Rather than trying to create a one-to-one replacement of an existing manual process, rethink the process from scratch with automation in mind. This might involve:

Breaking complex workflows into multiple steps
Creating deterministic routing based on document classifications
Implementing validation checks and guardrails
Designing human review processes for edge cases

When possible, design the process around asynchronous processing rather than optimizing for latency, especially for back-office workflows where accuracy is more important than speed.

How can I reduce costs for document processing?

Several strategies can help manage costs:

Use model distillation to create smaller, faster models for specific tasks
Implement lightweight classifiers as an initial step to route documents appropriately
Use pre-filtering to only apply expensive processing (like semantic chunking) to documents that require it
Break processing into multiple steps with specialized models for each task

For back-office workflows, prioritize accuracy over latency and design processes that accommodate asynchronous processing.
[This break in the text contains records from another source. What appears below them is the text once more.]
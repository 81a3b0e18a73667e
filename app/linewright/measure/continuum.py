"""Pseudo-continuum: straight lines between the levels of wide blocks of samples.

Each block, divided by the present continuum, gives one level (see ``level``): pure noise
an unbiased one, crowded absorption its upper edge, and emission lines lift nothing.
"""

from __future__ import annotations

from collections.abc import Callable
from dataclasses import dataclass, field

import numpy as np

from .level import SAMPLES, block_levels
from .tops import over_tops

ROUNDS = 2
ROUGH = 1e-3  # run of the continuum inside a block that straight nodes cannot follow
JUMP = 0.2  # change of the logarithm from node to node that asks for nodes closer together
HALVINGS = 3
LEAST = 60  # samples of a block


@dataclass(frozen=True)
class Spacing:
    """size: Angstrom between nodes, much wider than a line, narrower than the run of the
    continuum; length: samples per independent noise value; tick: called now and then, so that
    a window can go on."""

    size: float
    length: float = 1.0
    tick: Callable[[], None] = field(default=lambda: None, compare=False)


def block_edges(wave, good, size: float, least: int = LEAST) -> list[slice]:
    """Index slices of about ``size`` Angstrom holding at least ``least`` usable samples."""
    count = max(1, int(round((wave[-1] - wave[0]) / size)))
    edges = np.searchsorted(wave, np.linspace(wave[0], wave[-1], count + 1))
    edges[-1] = len(wave)
    least = max(least, 0.4 * good.sum() / count)
    blocks = []
    start = 0
    for stop in edges[1:]:
        if good[start:stop].sum() >= least:
            blocks.append(slice(int(start), int(stop)))
            start = stop
    if not blocks:
        return [slice(0, len(wave))]
    blocks[-1] = slice(blocks[-1].start, len(wave))
    return blocks


def fit_continuum(wave, flux, good, sigma, spacing: Spacing):
    """Nodes (wave, flux, relative error) of the pseudo-continuum of one segment.

    wave, flux: shape (n,); good: usable; sigma: noise in flux units, shape (n,). Under
    emission lines, blocks at a jump (the edge of a recombination continuum, as at the
    Paschen limit) are halved until the nodes follow it.
    """
    blocks = [np.arange(b.start, b.stop)[good[b]] for b in block_edges(wave, good, spacing.size)]
    level = _smooth(np.array([np.quantile(flux[b], 0.7) for b in blocks]))
    bright = in_emission(flux[good])
    # beside the wings of a bright line a node looks like a dip: none is bridged there
    settle = (lambda centre, level: level) if bright else bridge_dips
    nodes = _nodes((wave, flux, sigma), blocks, level, spacing, settle)
    for _ in range(HALVINGS if bright else 0):
        halved = _halved(blocks, nodes[1])
        if len(halved) == len(blocks):
            break
        blocks = halved
        level = np.interp([wave[b].mean() for b in blocks], *nodes[:2])
        nodes = _nodes((wave, flux, sigma), blocks, level, spacing, settle)
    if bright:
        return nodes
    run = smooth_run(wave[good], *nodes[:2])
    return over_tops((wave[good], flux[good], sigma[good]), nodes, run)


def in_emission(flux) -> bool:
    """Whether the highest samples stand out far more than the lowest: bright lines, between
    which the samples speak for themselves. flux: usable samples."""
    low, middle, high = np.quantile(flux, [0.002, 0.5, 0.998])
    return bool(high - middle > 5.0 * (middle - low))


def _halved(blocks, level) -> list[np.ndarray]:
    """``blocks`` with those on either side of a jump cut in two, where enough is left."""
    jump = np.abs(np.diff(np.log(level))) > JUMP
    beside = np.r_[jump, False] | np.r_[False, jump]
    out = []
    for block, cut in zip(blocks, beside, strict=True):
        out += np.array_split(block, 2) if cut and len(block) >= 2 * LEAST else [block]
    return out


def _nodes(samples, blocks, level, spacing: Spacing, settle):
    """(wave, flux, relative error) of one node for each block of sample indices.

    samples: (wave, flux, sigma); level: of each to start from; settle: takes broad
    lines out of (centre, level).
    """
    wave, flux, sigma = samples
    centre = np.array([wave[b].mean() for b in blocks])
    floor = np.array([np.median(sigma[b]) for b in blocks])
    weight = np.array([len(b) / spacing.length / SAMPLES for b in blocks])
    probs = (np.arange(SAMPLES) + 0.5) / SAMPLES
    for _ in range(ROUNDS):
        level = np.maximum(level, floor)
        run = smooth_run(wave, centre, level)
        ratios = np.array([np.quantile(flux[b] / run[b], probs) for b in blocks])
        noise = np.array([np.hypot(np.median(sigma[b] / run[b]), ROUGH) for b in blocks])
        spacing.tick()
        ratio, error = block_levels(ratios, noise, weight, tick=spacing.tick)
        level = settle(centre, np.maximum(level * ratio, floor))
    bent = np.minimum(0.25 * np.abs(_apart(centre, level)), 0.03)
    return centre, level, np.hypot(np.minimum(error, 0.03), bent)


def smooth_run(wave, centre, level) -> np.ndarray:
    """Monotone cubic through the nodes (Fritsch & Butland 1984), straight beyond the ends."""
    if len(centre) < 3:
        return np.interp(wave, centre, level)
    h, d = np.diff(centre), np.diff(level) / np.diff(centre)
    slope = np.r_[d[0], np.zeros(len(d) - 1), d[-1]]
    same_sign = d[:-1] * d[1:] > 0
    w1, w2 = 2 * h[1:] + h[:-1], h[1:] + 2 * h[:-1]
    with np.errstate(divide="ignore", invalid="ignore"):
        mean = (w1 + w2) / (w1 / d[:-1] + w2 / d[1:])
    slope[1:-1] = np.where(same_sign, mean, 0.0)
    at = np.clip(wave, centre[0], centre[-1])
    i = np.clip(np.searchsorted(centre, at) - 1, 0, len(h) - 1)
    t = (at - centre[i]) / h[i]
    ends = level[i] * (1 + 2 * t) * (1 - t) ** 2 + level[i + 1] * t * t * (3 - 2 * t)
    inside = ends + h[i] * (slope[i] * t * (1 - t) ** 2 - slope[i + 1] * t * t * (1 - t))
    beyond = np.where(wave < centre[0], slope[0], slope[-1]) * (wave - at)
    return inside + np.clip(beyond, -0.2 * np.abs(inside), 0.2 * np.abs(inside))


def _apart(centre, level, reach: int = 1) -> np.ndarray:
    """Relative distance of each node from the line through its neighbours, (k,); ends 0."""
    out = np.zeros(len(level))
    if len(level) <= 2 * reach:
        return out
    left, right = level[: -2 * reach], level[2 * reach :]
    share = (centre[reach:-reach] - centre[: -2 * reach]) / (
        centre[2 * reach :] - centre[: -2 * reach]
    )
    middle = left + share * (right - left)
    out[reach:-reach] = level[reach:-reach] / np.maximum(middle, 1e-300) - 1.0
    return out


def _smooth(values: np.ndarray) -> np.ndarray:
    """Running median of three."""
    if len(values) < 3:
        return values.copy()
    padded = np.r_[values[0], values, values[-1]]
    return np.median(np.stack([padded[:-2], padded[1:-1], padded[2:]]), axis=0)


def bridge_dips(centre: np.ndarray, level: np.ndarray) -> np.ndarray:
    """Isolated dips of the nodes are drawn up to the line through their neighbours.

    A broad line (H alpha wings) wider than a block lowers one node or two; the continuum
    does not follow it. A dip stands lower than four robust sigmas of such distances (and
    0.3 %) but no more than 8 %: deeper ones are the spectrum's own shape.
    """
    out = level.copy()
    for reach in (1, 2):
        apart = _apart(centre, out, reach)
        if len(apart) < 2 * reach + 7:
            break
        scatter = max(1.4826 * float(np.median(np.abs(apart))), 7.5e-4)
        deepest = apart <= np.minimum(np.r_[0.0, apart[:-1]], np.r_[apart[1:], 0.0])
        dip = (apart < -4.0 * scatter) & (apart > -0.08) & deepest
        out[dip] /= 1.0 + apart[dip]
    return out
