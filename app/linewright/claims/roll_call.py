"""Roll call: which species are there, by chance-coincidence statistics.

A species' strongest predicted lines are held against features no other species explains
(coincidence.py); the tail is corrected for the number of species called (Bonferroni).
"""

from __future__ import annotations

from dataclasses import dataclass

import numpy as np

from .coincidence import Coincidences
from .model import RollRow

EXPECTED = 0.5  # a line is expected where the learned curve gives this, or where it is seen
PRESENT, POSSIBLE = 0.01, 0.05  # of the chance to call any one species of the list by mistake


def call_roll(solution, catalogue, components, heard=None) -> tuple[RollRow, ...]:
    """One row per species with a predicted line in coverage, most claims first.

    The chance probability inherits the certainty of the species' component, as claims do:
    lines at a velocity that was only fitted to the features coincide with them anyway.
    heard: (species indices of the catalogue, rows of an earlier call by species): the rows of
    all other species stay as they were, unless the number of species on trial changed.
    """
    e = solution.problem.entries
    certainty = np.array([c.certainty for c in components])[e.component]
    names = catalogue.species[e.row]
    seen = np.bincount(solution.entry, solution.probability, len(e))
    shows = _shows(solution)
    groups = _on_trial(names, shows, seen)
    kept = {} if heard is None else _kept(groups, catalogue, heard)
    coincidence = Coincidences(solution)
    table = list(kept.values())
    for name, rows in groups.items():
        if name in kept:
            continue
        tail = min(1.0, coincidence.tail(rows, shows) * len(groups))
        chance = 1.0 - (1.0 - tail) * float(np.max(certainty[rows]))
        count = _Count(seen[rows], shows[rows], chance)
        species = e.species[rows[0]]
        table.append(_row(catalogue.species_names[name], count, solution.state, species))
    return in_order(table)


def in_order(rows) -> tuple[RollRow, ...]:
    """Most claims first."""
    return tuple(sorted(rows, key=lambda r: (-r.seen, r.p_chance, r.species)))


def _on_trial(names, shows, seen) -> dict:
    """Rows of each species' entries, for the species that may show a line."""
    order = np.argsort(names.astype(np.uint16), kind="stable")  # a radix sort, in this size
    start = np.nonzero(np.diff(names[order], prepend=-1))[0]
    rows = np.split(order, start[1:]) if len(order) else []
    return {
        int(names[mine[0]]): mine
        for mine in rows
        if np.max(shows[mine]) > 0.02 or np.sum(seen[mine]) > 0.5
    }


def _kept(groups, catalogue, heard) -> dict:
    """Earlier rows that stand, by species index."""
    changed, before = heard
    if len(before) != len(groups):
        return {}
    changed, spell = set(np.asarray(changed).tolist()), catalogue.species_names
    return {n: before[spell[n]] for n in groups if n not in changed and spell[n] in before}


def _shows(solution):
    """P(the entry makes a feature), from the learned curves without the species' offset."""
    e = solution.problem.entries
    out = np.zeros(len(e))
    for k, curve in enumerate(solution.state.detection):
        here = e.population == k
        out[here] = curve(e.strength[here])
    return out * solution.groups.share


@dataclass(frozen=True, eq=False)
class _Count:
    """A species' lines: P(seen) and P(shows) per line, corrected chance probability."""

    seen: np.ndarray
    shows: np.ndarray
    p_chance: float


def _row(name: str, count: _Count, state, species: int) -> RollRow:
    seen = count.seen > 0.5
    expected, number = int(np.sum((count.shows >= EXPECTED) | seen)), int(np.sum(seen))
    return RollRow(
        name,
        expected,
        number,
        expected - number,
        count.p_chance,
        float(state.offsets[species]),
        float(state.offset_errors[species]),
        _verdict(expected, number, count.p_chance, float(np.sum(count.shows))),
    )


def _verdict(expected: int, number: int, p_chance: float, hoped: float) -> str:
    if p_chance < PRESENT and number >= 1:
        return "present"
    if number >= 1 or p_chance < POSSIBLE:
        return "possible"
    return "absent" if expected >= 3 or hoped >= 3.0 else "not testable"
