"""Velocity by cross-correlation with a template of the predicted lines.

Where features blend (R below about 7,000) single features no longer stand at the places of
single lines; the whole spectrum does. The log-likelihood of a shift is -N/2 ln(1 - C^2)
(Zucker 2003, MNRAS 342, 1291). Its curvature knows the noise alone; what the template gets
wrong differs from stretch to stretch, so the error is the jackknife's over stretches (Efron
1982, The Jackknife, the Bootstrap and Other Resampling Plans), with a share of the width for
what all stretches have in common.
"""

from __future__ import annotations

from dataclasses import replace

import numpy as np

from ..spectra.medium import C_KM_S
from .populations import broad_species
from .problem import inside
from .velocity import TELLURIC_RANGES
from .voting import Vote, refined_peak, summarise

SAMPLES = 6.0  # grid samples per FWHM
SMOOTH = 40.0  # FWHM: slower structure is continuum, not lines
SATURATED_LINES = 0.25  # lines per Angstrom that are about saturated: sets tau = 1
EVIDENCE = 0.5  # independent samples are counted so: the template's misfit is shared
MASKED_SHARE = 0.5
STRETCHES = 10  # about as many pieces of equal length, in ln(wavelength), make the error
SHARED_MISFIT = 0.01  # of the width: what all stretches share; pulls in the template study
H_WINGS = 1500.0  # km/s left out about hydrogen lines
PASCHEN, FAINT_H = 12.2, -1.8  # eV and log gf: Balmer and Paschen lines that show wings


def template_vote(pieces, catalogue, strength, fwhm: float, velocity_range) -> Vote:
    """Log-likelihood over velocity of all pieces of a spectrum together.

    pieces: (wave, depth) arrays of continuum-normalised absorption (1 - flux/continuum,
    NaN where masked) in vacuum Angstrom; strength: per catalogue row, NaN elsewhere;
    fwhm: width of the template's lines, km/s; velocity_range: km/s.
    """
    step = fwhm / SAMPLES / C_KM_S
    low, high = velocity_range
    lags = np.arange(int(np.floor(low / C_KM_S / step)), int(np.ceil(high / C_KM_S / step)) + 1)
    grid = C_KM_S * (np.expm1(lags * step))
    made = [_piece(*piece, catalogue, strength, (step, lags, fwhm)) for piece in _stretches(pieces)]
    made = [piece for piece in made if piece is not None]
    number = sum(piece[3] for piece in made)
    if number < 30 or min(sum(p[1] for p in made), sum(p[2] for p in made)) <= 0:
        return Vote(float("nan"), float("nan"), 0.0, (), grid, np.zeros(len(grid)))
    score = -0.5 * EVIDENCE * (number / SAMPLES) * np.log1p(-(_correlation(made) ** 2))
    vote = summarise(grid, score, fwhm / 2.0)
    return replace(vote, error=_error(made, vote, fwhm))


def _stretches(pieces):
    """The pieces cut so that about ``STRETCHES`` of equal length in ln(wavelength) result."""
    lengths = np.array([np.log(wave[-1] / wave[0]) for wave, _ in pieces])
    for (wave, depth), length in zip(pieces, lengths, strict=True):
        count = max(1, round(STRETCHES * length / float(np.sum(lengths))))
        edges = np.searchsorted(wave, wave[0] * np.exp(length * np.arange(1, count) / count))
        yield from zip(np.split(wave, edges), np.split(depth, edges), strict=True)


def _correlation(made):
    """Correlation coefficient at the lags, of several pieces together; never below 0."""
    cross, own, model = (sum(piece[k] for piece in made) for k in range(3))
    return np.clip(cross / np.sqrt(own * model), 0.0, 0.999)


def _error(made, vote: Vote, fwhm: float) -> float:
    """Jackknife error over the pieces and the shared misfit, km/s; the curvature's where
    there are too few pieces."""
    shared = SHARED_MISFIT * fwhm
    if len(made) < 4:
        return float(np.hypot(vote.error, shared))
    places = []
    near = np.abs(vote.grid - vote.velocity) < fwhm
    for k in range(len(made)):
        score = np.where(near, _correlation(made[:k] + made[k + 1 :]), 0.0)
        places.append(refined_peak(vote.grid, score, int(np.argmax(score)))[0])
    count = len(places)
    return float(np.hypot(np.sqrt((count - 1) * np.var(places)), shared))


def _piece(wave, depth, catalogue, strength, setting):
    """(cross-correlation at the lags, power of data, of template, samples) of one piece."""
    step, lags, fwhm = setting
    good = np.isfinite(depth)
    if np.sum(good) < 20:
        return None
    x = np.arange(np.log(wave[0]), np.log(wave[-1]), step)
    data = np.interp(x, np.log(wave[good]), depth[good])
    weight = np.interp(x, np.log(wave), good.astype(float)) > 1 - MASKED_SHARE
    weight &= ~inside(np.exp(x), TELLURIC_RANGES) & ~_near_hydrogen(x, catalogue)
    if np.sum(weight) < 20:
        return None
    margin = int(max(abs(lags[0]), abs(lags[-1])))
    wide = np.concatenate((x[0] + step * np.arange(-margin, 0), x,
                           x[-1] + step * np.arange(1, margin + 1)))  # fmt: skip
    model = _template(wide, catalogue, strength, fwhm / C_KM_S)
    size = int(SMOOTH * SAMPLES)
    data = _high_pass(data, weight, size) * weight
    model = _high_pass(model, np.ones(len(model), bool), size)
    cross = np.array([model[margin - k : margin - k + len(x)] @ data for k in lags])
    middle = model[margin : margin + len(x)]
    return cross, float(data @ data), float((middle * weight) @ middle), int(np.sum(weight))


def _near_hydrogen(x, catalogue):
    """True near Balmer and Paschen lines, whose wings no narrow template fits."""
    name = catalogue.species_names.index("H I") if "H I" in catalogue.species_names else -1
    rows = (catalogue.species == name) & (catalogue.e_low < PASCHEN) & (catalogue.loggf > FAINT_H)
    near = np.zeros(len(x), dtype=bool)
    for place in np.log(catalogue.wave[rows]):
        near |= np.abs(x - place) < H_WINGS / C_KM_S
    return near


def _template(x, catalogue, strength, fwhm):
    """Summed absorption on the ln(wavelength) grid ``x``: saturating lines, Gaussian width."""
    usable = np.isfinite(strength) & ~np.isin(catalogue.species, broad_species(catalogue))
    place, power = np.log(catalogue.wave[usable]), strength[usable]
    near = (place > x[0]) & (place < x[-1])
    place, power = place[near], power[near]
    if len(place) == 0:
        return np.zeros(len(x))
    count = int(SATURATED_LINES * (np.exp(x[-1]) - np.exp(x[0])))
    ranked = np.sort(power)[::-1]
    tau = 10.0 ** np.clip(power - ranked[min(count, len(ranked) - 1)], -4, 4)
    width = tau / (1.0 + tau) ** 0.75  # linear, then slow growth
    step = x[1] - x[0]
    comb = np.bincount(np.clip(((place - x[0]) / step + 0.5).astype(int), 0, len(x) - 1),
                       width, len(x))  # fmt: skip
    sigma = fwhm / 2.3548 / step
    reach = np.arange(-int(4 * sigma) - 1, int(4 * sigma) + 2)
    kernel = np.exp(-0.5 * (reach / sigma) ** 2)
    return np.convolve(comb, kernel / kernel.sum(), mode="same")[: len(x)]


def _high_pass(values, weight, size: int):
    """Values less their weighted running mean over ``size`` samples."""
    kernel = np.ones(min(size, max(len(values) // 2, 1)))
    total = np.convolve(values * weight, kernel, mode="same")
    mass = np.convolve(weight.astype(float), kernel, mode="same")
    return values - total[: len(values)] / np.maximum(mass[: len(values)], 1.0)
How should I involve domain experts in document automation?

Domain experts are crucial for successful document automation. Involve them in:

Tailoring classifications and schema design to match industry jargon
Building comprehensive evaluation sets
Optimizing extraction rules to properly interpret domain-specific terminology
Designing validation checks based on their knowledge of the data

Teams that effectively incorporate domain experts gain a significant competitive advantage in document automation.

What's the best way to start automating a document workflow?

Start by identifying a single, high-priority use case rather than attempting to automate multiple workflows simultaneously. Focus on understanding the data and existing process thoroughly before designing automation.

Consider these steps:

Implement a human-in-the-loop flow to collect production data
Involve domain experts to understand tacit knowledge
Create robust evaluation sets for each step in the process
Start with augmentation before moving to automation
Design the process around automation rather than trying to replicate the manual process

This approach delivers business value faster while building organizational comfort with automation.